Akcja Nie strzelam w Sylwestra ma coraz więcej zwolenników. Dotychczas udział zapowiedziało na portalu społecznościowym ponad 23 tysiące osób.
Akcję organizuje stowarzyszenie Empatia. Jego przedstawicielka Katarzyna Biernacka podkreślała w poranku RDC, że huczny, wystrzałowy sylwester może być koszmarem dla zwierząt, które nie wiedzą, co się dzieje i wpadają w panikę. Katarzyna Biernacka dodała, że taki hałas sprawia naszym psom i kotom fizyczny ból.
Dariusz Gzyra - prezes stowarzyszenia Empatia - przypominał, że zwierzętom należy się szacunek opieka i ochrona - nie tylko od święta: Huk petard może być śmiercionośny dla dzikich ptaków - ogłuszone wystrzałami mogą uderzyć w budynki.
Ze statystyk, na które powołuje się stowarzyszenie wynika, że ofiarą sylwestrowych wystrzałów pada co roku kilkadziesiąt tysięcy zwierząt.

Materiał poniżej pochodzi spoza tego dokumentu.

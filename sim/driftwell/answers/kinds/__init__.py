"""The kinds of questions: one file for each kind, or for a few that share their arithmetic."""
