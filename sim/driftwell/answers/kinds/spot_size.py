"""Size of the spot that charges make on a detector (:mod:`driftwell.answers.extent`).

A charge counts once, with its first passage.
"""

from __future__ import annotations

from typing import ClassVar, Literal

from driftwell.answers.answer import Answer
from driftwell.answers.evidence import Evidence
from driftwell.answers.extent import Measure, extent, extent_error, size_in_words
from driftwell.answers.form import AXES
from driftwell.answers.kinds.passage_question import PassageQuestion
from driftwell.answers.passages import passages_in_words
from driftwell.forms import key
from driftwell.forms.spelling import spelled

_LEAST = {"rms": 2, "edge": 10}


class SpotSize(PassageQuestion):
    """Size of the spot on a detector, about its own middle."""

    unit: ClassVar[str] = "m"
    ask: Literal["spot-size"] = key("size of the spot on a detector, about its own middle")
    axis: Literal["x", "y", "z", "radius"] = key(
        'along this axis, or "radius": distance from the middle', default="radius"
    )
    measure: Measure = key("rms; edge: the distance from the middle that holds 90 %", default="rms")

    def answer(self, evidence: Evidence) -> Answer:
        passed = self.first_passages(evidence, _LEAST[self.measure])
        axes = [0, 1, 2] if self.axis == "radius" else [AXES.index(self.axis)]
        places = passed.position[axes]
        middle = ", ".join(spelled(x, "m", 4) for x in passed.position.mean(axis=1))
        note = (
            f"{passages_in_words(passed, self.clouds(evidence), self.over)}; middle at ({middle})"
        )
        error = extent_error(places, self.measure)
        if error is None:
            note += "; too few charges to tell an error from"
        return self.answered(extent(places, self.measure), error, note)

    def words(self) -> str:
        return (
            f"{size_in_words(self.measure, self.axis)} of the spot of {self.whose()} on detector "
            f'"{self.of}"{self.when()}'
        )
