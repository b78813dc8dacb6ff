"""Mean distance from the charges of a cloud to their nearest neighbours.

A neighbour is any other charge there is, of this cloud or another. The error treats the distances
as known and jackknifes over the charges they belong to; taking the charges themselves out, as for
other values, would not do, since what is nearest jumps. Neighbours of each other share one
distance: below about 50 charges the error is too small, by up to 1.4 at 10.
"""

from __future__ import annotations

from typing import ClassVar, Literal

import numpy as np

from driftwell.answers.answer import Answer
from driftwell.answers.charges import charges_at, number_in_words
from driftwell.answers.evidence import Evidence
from driftwell.answers.form import InstantQuestion, instant_in_words
from driftwell.answers.sampling import jackknife_error
from driftwell.errors import AnswerError
from driftwell.forms import key


class NearestNeighbour(InstantQuestion):
    """Mean distance to the nearest other charge."""

    unit: ClassVar[str] = "m"
    ask: Literal["nearest-neighbour"] = key("mean distance to the nearest other charge")

    def answer(self, evidence: Evidence) -> Answer:
        from scipy.spatial import cKDTree

        time = self.time_in(evidence)
        charges = charges_at(evidence, self.of, time)
        everyone = evidence.snapshot(time).position
        if len(everyone) < 2:
            raise AnswerError("there is no other charge")
        distance = np.asarray(cKDTree(everyone).query(charges.position.T, k=[2])[0])[:, 0]
        error = jackknife_error(lambda keep: float(distance[keep].mean()), len(charges))
        note = number_in_words(len(charges), charges.cloud)
        if error is None:
            note += "; too few charges to tell an error from"
        return self.answered(float(distance.mean()), error, note)

    def words(self) -> str:
        return f'nearest-neighbour distance in cloud "{self.of}" {instant_in_words(self.at)}'
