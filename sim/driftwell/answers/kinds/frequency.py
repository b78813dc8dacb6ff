"""Frequency of an oscillation: of a cloud's centre, or of one charge, along one axis.

The coordinate is traced finely while the run goes on; :mod:`driftwell.answers.sinusoid` finds its
lines. The error is that of reading the frequency off the trace. What the length of the step does
to the motion itself is not in it: kick-drift-kick with n steps in a period is fast by the part
(2 pi / n)^2 / 24.

References
----------
C. K. Birdsall, A. B. Langdon, Plasma Physics via Computer Simulation (1985), ch. 4 (the phase error
of leap-frog; from memory).
"""

from __future__ import annotations

from typing import ClassVar, Literal, Self

from driftwell.answers.answer import Answer
from driftwell.answers.evidence import Evidence, Needs, TraceRequest
from driftwell.answers.form import AXES, Axis, QuestionForm, References, cloud_named
from driftwell.answers.kinds.force import charge_id
from driftwell.answers.sinusoid import Line, chosen_line, lines_in, other_line
from driftwell.answers.tracing import Followed, followed, whose
from driftwell.forms import Count, NonNegative, Positive, Time, checked, key, refuse
from driftwell.forms import Frequency as FrequencyQuantity
from driftwell.forms.spelling import spelled


class TracedQuestion(QuestionForm):
    """Base of questions about lines in the motion of a cloud's centre or of one charge."""

    axis: Axis = key("the axis")
    charge: NonNegative[Count] | None = key(
        "which charge of the cloud, counted from 0; left out: the cloud's centre",
        default=None,
        example=0,
    )
    every: Positive[Time] | None = key(
        "time between samples; left out: at least 20 in the fastest period",
        default=None,
        example="0.1 us",
    )

    def needs(self, duration: float) -> Needs:
        return Needs(traces=(self.request(),))

    def refers_to(self) -> References:
        charges = () if self.charge is None else ((self.of, self.charge),)
        return References(clouds=(self.of,), charges=charges)

    def request(self) -> TraceRequest:
        """What is traced."""
        return TraceRequest(self.of, self.charge, AXES.index(self.axis), self.every)

    def lines(self, evidence: Evidence) -> tuple[Followed, list[Line]]:
        """The motion, and the lines in it, the strongest first."""
        cloud_named(evidence, self.of)
        if self.charge is not None:
            charge_id(evidence, self.of, self.charge)
        traced = followed(evidence, self.request())
        return traced, lines_in(traced.time, traced.value)


class Frequency(TracedQuestion):
    """Frequency of a line in the motion of a cloud's centre or of one charge."""

    unit: ClassVar[str] = "Hz"
    ask: Literal["frequency"] = key("frequency of an oscillation")
    near: Positive[FrequencyQuantity] | None = key(
        "look for the strongest line within a tenth of this; left out: the strongest of all",
        default=None,
        example="80 kHz",
    )

    @checked
    def _sampled_finely(self) -> Self:
        if self.every is not None and self.near is not None and self.near * self.every >= 0.5:
            raise refuse("`every` must be shorter than half a period of `near`")
        return self

    def answer(self, evidence: Evidence) -> Answer:
        traced, lines = self.lines(evidence)
        line = chosen_line(lines, self.near, traced.length)
        note = f"{traced.words()}; amplitude {spelled(line.amplitude, 'm', 3)}"
        note += other_line(lines, line)
        return self.answered(line.frequency, line.error, note)

    def words(self) -> str:
        near = "" if self.near is None else f" near {spelled(self.near, 'Hz')}"
        return f"frequency of {whose(self.request())} along {self.axis}{near}"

Stowarzyszenie _ Empatia _opublikowało kilka rad, jak pomóc przetrwać zwierzęciu stresujący dla niego okres. Na kilka godzin przed największym hałasem dobrze jest podać mu środki uspokajające, po konsultacji z lekarzem/lekarką weterynarii. Zarówno dawka, jak i rodzaj muszą być dopasowane do konkretnego zwierzęcia.
Warto jest także wyprowadzić zwierzęta na dłuższy spacer, zanim zacznie się największy hałas. Lepiej nie spuszczać ich ze smyczy, gdyż w panice mogą uciec.

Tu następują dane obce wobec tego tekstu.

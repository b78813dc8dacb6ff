"""How much of a cloud is left, and how much of it passed a detector.

Both count simulated charges against those at the start, and those that sources bore. The error is
half the width of Wilson's interval (one standard deviation), so that none lost or all lost is not
told as certain.
"""

from __future__ import annotations

from collections.abc import Sequence
from typing import ClassVar, Literal

import numpy as np

from driftwell.answers.answer import Answer
from driftwell.answers.charges import number_born, weight_in_words
from driftwell.answers.evidence import CloudFacts, Evidence, Needs
from driftwell.answers.form import (
    TIME_TOLERANCE,
    InstantQuestion,
    QuestionForm,
    References,
    cloud_named,
    detector_named,
    instant_in_words,
)
from driftwell.answers.sampling import fraction_error
from driftwell.errors import AnswerError
from driftwell.forms import Name, key
from driftwell.forms.spelling import spelled


class FractionLeft(InstantQuestion):
    """Part of a cloud not lost to walls yet."""

    unit: ClassVar[str] = "1"
    ask: Literal["fraction-left"] = key("part of the cloud not lost yet")

    def needs(self, duration: float) -> Needs:
        return Needs()  # every loss is recorded with its time

    def answer(self, evidence: Evidence) -> Answer:
        time = self.time_in(evidence)
        cloud = _not_empty(cloud_named(evidence, self.of), evidence)
        born = evidence.born(cloud.name, time)
        losses = evidence.losses()
        before = losses["time"] <= time + TIME_TOLERANCE * evidence.end_time
        lost = np.unique(losses["id"][before & (losses["cloud"] == cloud.index)]).size
        if born == 0:
            raise AnswerError(f'no charge of "{cloud.name}" is born by {spelled(time, "s")}')
        left = born - lost
        note = f"{left} of {born} charges{weight_in_words(cloud)}"
        return self.answered(left / born, fraction_error(left, born), note)

    def words(self) -> str:
        return f'part of cloud "{self.of}" left {instant_in_words(self.at)}'


class DetectorQuestion(QuestionForm):
    """Base of questions about what passed a detector; a charge counts once, at its first pass."""

    of: Name = key("name of the detector")
    cloud: Name | None = key("count this cloud only; left out: all clouds", default=None)

    def refers_to(self) -> References:
        return References(() if self.cloud is None else (self.cloud,), (self.of,))

    def clouds(self, evidence: Evidence) -> Sequence[CloudFacts]:
        """The clouds counted. Raises AnswerError where they have no charges."""
        if self.cloud is not None:
            return [_not_empty(cloud_named(evidence, self.cloud), evidence)]
        every = [cloud_named(evidence, name) for name in evidence.clouds]
        found = [cloud for cloud in every if number_born(evidence, cloud)]
        if not found:
            raise AnswerError("there are no charges")
        return found

    def whose(self) -> str:
        """The clouds counted, in words."""
        return "all clouds" if self.cloud is None else f'cloud "{self.cloud}"'


class FractionThrough(DetectorQuestion):
    """Part of a cloud, or of all clouds, that passed a detector at least once."""

    unit: ClassVar[str] = "1"
    ask: Literal["fraction-through"] = key("part of the charges that passed a detector")

    def answer(self, evidence: Evidence) -> Answer:
        detector = detector_named(evidence, self.of)
        clouds = self.clouds(evidence)
        crossings = evidence.crossings()
        here = crossings["detector"] == detector
        passed = [
            int(np.unique(crossings["id"][here & (crossings["cloud"] == cloud.index)]).size)
            for cloud in clouds
        ]
        weight = np.array([cloud.weight for cloud in clouds])
        count = np.array([number_born(evidence, cloud) for cloud in clouds])
        share = float(weight @ passed / (weight @ count))
        # With unequal weights, as many equal ones as would scatter alike; else the count itself.
        trials = float((weight @ count) ** 2 / (weight**2 @ count))
        heavy = max(clouds, key=lambda cloud: cloud.weight)
        note = f"{sum(passed)} of {count.sum()} charges{weight_in_words(heavy)}"
        return self.answered(share, fraction_error(share * trials, trials), note)

    def words(self) -> str:
        return f'part of {self.whose()} that passes detector "{self.of}"'


def _not_empty(cloud: CloudFacts, evidence: Evidence) -> CloudFacts:
    if number_born(evidence, cloud) == 0:
        raise AnswerError(f'cloud "{cloud.name}" has no charges')
    return cloud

W trakcie hałasu warto być blisko zwierzaka, ale nie przytulać go na siłę. Lepiej jest zająć je zabawą, aby odwrócić jego uwagę. Dobrze jest też zamknąć i zasłonić okna w domu, włączyć spokojną muzykę, aby choć trochę zagłuszyć hałas wystrzałów.
Stowarzyszenie radzi też, aby pozwolić zwierzęciu wybrać miejsce w domu, w którym chce być, nie zamykać go samego, ani nie przywiązywać.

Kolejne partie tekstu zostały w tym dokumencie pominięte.